The Turkish Invasion
Since 1974, the northern territory of the Republic of Cyprus has been occupied by the armed forces of the Turkish Republic. In the aftermath of the Turkish invasions of July 20 and August 14, 1974, over 200,000 Greek Cypriots were ethnically cleansed from their homes and had to flee as refugees to the southern part of the island, while more than 50,000 Turkish Cypriots were forced un-willingly to move in the occupied area. Over 5,000 Cypriots were killed. Eighty percent of Cypriots are of Hellenic descent, and Eighteen percent of Cypriots are of Turkish.
Thousands of Greek Cypriots are still missing since July 1974. Turkey refuses to say what they did to these people who had been arrested during the invation. Since 1974 the families of the 1619 missing people have being waiting from the international community to force Turkey to solve this problem.

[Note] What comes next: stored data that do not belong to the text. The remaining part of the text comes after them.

#[test]
fn nothing_breaks_on_odd_values() {
    let (nan, inf) = (f64::NAN, f64::INFINITY);
    let cases: [&[f64]; 11] = [
        &[],
        &[1.0],
        &[0.0, 0.0, 0.0],
        &[nan, nan],
        &[nan, 1.0, 0.0, -3.0, inf, -inf, 2.0],
        &[f64::MAX, f64::MIN, f64::MIN_POSITIVE],
        &[5e-324, 1e-320, 0.0],
        &[1.0, 1.0 + f64::EPSILON],
        &[1e-300, 1e300],
        &[3.0, 1.0, 2.0, 1.0],
        &[1e15, 1e15 + 1.0, 1e15 + 2.0],
    ];
    for x in cases {
        for y in cases {
            for (number, svg) in pictures_of(x, y).iter().enumerate() {
                assert!(!svg.contains("NaN") && !svg.contains("inf"), "picture {number} of {x:?}, {y:?}");
                parse(svg);
            }
        }
        for svg in pictures_of(x, x) {
            png::from_svg(&svg).unwrap_or_else(|reason| panic!("{x:?}: {reason}"));
        }
    }
}

#[test]
fn empty_pictures_say_so() {
    for svg in pictures_of(&[], &[]) {
        assert!(svg.contains(">no data<"), "{svg}");
    }
}

/// A gap breaks the line; a zero on a logarithmic axis leads off its lower end.
#[test]
fn gaps_and_zeros() {
    let curve = |y: Vec<f64>| Curve {
        name: "".into(),
        x: vec![0.0, 1.0, 2.0, 3.0, 4.0].into(),
        y: y.into(),
        trace: Trace::Line,
    };
    let draw = |y| {
        figure::draw(&Figure {
            title: "invented",
            across: Across::linear("x"),
            panels: vec![Panel::new("y", Up::Decades(6.0), vec![curve(y)])],
            notes: vec![],
        })
    };
    let broken = lines(&draw(vec![1.0, 0.1, f64::NAN, 0.1, 1.0]), "curve");
    assert_eq!(broken.iter().map(Vec::len).collect::<Vec<_>>(), [2, 2]);
    let svg = draw(vec![1.0, 0.1, 0.0, 0.1, 1.0]);
    let bottom = lines(&svg, "axis bottom")[0][0].1;
    let led_off = lines(&svg, "curve");
    assert_eq!(led_off.len(), 2);
    assert!((led_off[0].last().unwrap().1 - bottom).abs() < 0.02, "{led_off:?}");
}

/// The spectrum's range is its own: no more than 14 decades, and no lower than its floor.
#[test]
fn spectrum_stops_at_its_floor() {
    let energy = demo::even(0.0, 100.0, 2000);
    for (floor, decades) in [(1e-9, 6.0..9.0), (1e-30, 13.0..14.1)] {
        let spectrum = demo::invented_spectrum(&energy, 1.5, 40.0, floor);
        let range = Range::above_floor(spectrum.iter().copied(), 14.0).unwrap();
        let length = (range.high / range.low).log10();
        assert!(decades.contains(&length), "floor {floor}: {length} decades");
    }
}

/// Along one parameter that leaves it alone, the Keldysh parameter is said once; else round values of it are marked.
#[test]
fn the_keldysh_parameter_is_said() {
    let of = |wanted: &str| demo::all().into_iter().find(|(name, _)| *name == wanted).unwrap().1;
    assert!(of("verdict_one_keldysh").contains("Keldysh parameter 1.07<"));
    let marked = of("verdict_numbers");
    assert!(marked.contains("Keldysh parameter<") && marked.contains(">1.2<") && !marked.contains(">1.07<"));
    assert!(of("verdict_words").contains(">1.4<"));
}

/// Missing points are counted in the title of a map, below a curve, and hatched.
#[test]
fn missing_points_are_said() {
    let text = |name: &str| demo::all().into_iter().find(|(n, _)| *n == name).unwrap().1;
    assert!(text("scan_spectrum").contains("3 of 24 points missing"));
    assert!(text("scan_two_axes").contains("3 of 108 points missing"));
    assert!(text("scan_log").contains("1 of 14 points missing"));
    // The law is there at every point, so that none is missing.
    assert!(text("scan_numbers").contains("measured: 1 of 24 points have no such number"));
    assert!(lines(&text("scan_spectrum"), "missing").len() > 20);
    assert!(lines(&text("time_frequency"), "missing").is_empty());
}

#[test]
fn ticks_are_round() {
    let shown = |kind, low, high, wanted| -> Vec<String> {
        ticks(kind, Range { low, high }, wanted).major.into_iter().map(|(_, label)| label).collect()
    };
    assert_eq!(shown(Kind::Linear, 0.0, 1.0, 5), ["0.0", "0.2", "0.4", "0.6", "0.8", "1.0"]);
    assert_eq!(
        shown(Kind::Linear, -0.03, 0.03, 6),
        ["−0.03", "−0.02", "−0.01", "0.00", "0.01", "0.02", "0.03"]
    );
    assert_eq!(shown(Kind::Linear, 0.0, 3e14, 3), ["0", "1·10¹⁴", "2·10¹⁴", "3·10¹⁴"]);
    assert_eq!(shown(Kind::Log, 1e-13, 10.0, 7), ["10⁻¹²", "10⁻¹⁰", "10⁻⁸", "10⁻⁶", "10⁻⁴", "10⁻²", "1"]);
    assert_eq!(shown(Kind::Log, 2.0, 40.0, 7), ["2", "5", "10", "20"]);
    assert_eq!(shown(Kind::Degrees, 0.0, 345.0, 8), ["0", "45", "90", "135", "180", "225", "270", "315"]);
    let orders: Vec<f64> = odd(Range { low: 0.0, high: 62.0 }, 8).major.into_iter().map(|(v, _)| v).collect();
    assert_eq!(orders, [1.0, 11.0, 21.0, 31.0, 41.0, 51.0, 61.0]);
}

#[test]
fn numbers_read_well() {
    assert_eq!(number::with_error(61.8437, 0.123), "61.84 ± 0.12");
    assert_eq!(number::with_error(-0.670_123_4, 1.2e-5), "−0.670123 ± 0.000012");
    assert_eq!(number::with_error(2.345e-7, 3.1e-9), "(2.345 ± 0.031)·10⁻⁷");
    assert_eq!(number::with_error(61.8437, f64::NAN), "61.8437");
    assert_eq!(number::significant(1.5e14, 6), "1.5·10¹⁴");
    assert_eq!(number::significant(f64::NAN, 6), "not available");
    assert_eq!(number::significant(-0.5, 4), "−0.5");
    assert_eq!(number::significant(999_999.9, 3), "1·10⁶");
}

However, after the Turkish invasion of 1974, about 150,000 Turks from Anatolia were transferred or decided to settle in the north. This has changed the actual demographic structure of the island. Northern Cyprus now claims 265,100 inhabitants, closer to 30% of the population of the island.
Only Turkey recognizes pseudo-state in northern Cyprus It has received diplomatic recognition only from Turkey, on which it is dependent for economic, political and military support. The rest of the international community, including the United Nations and European Union, recognise the sovereignty of the Republic of Cyprus over the whole island.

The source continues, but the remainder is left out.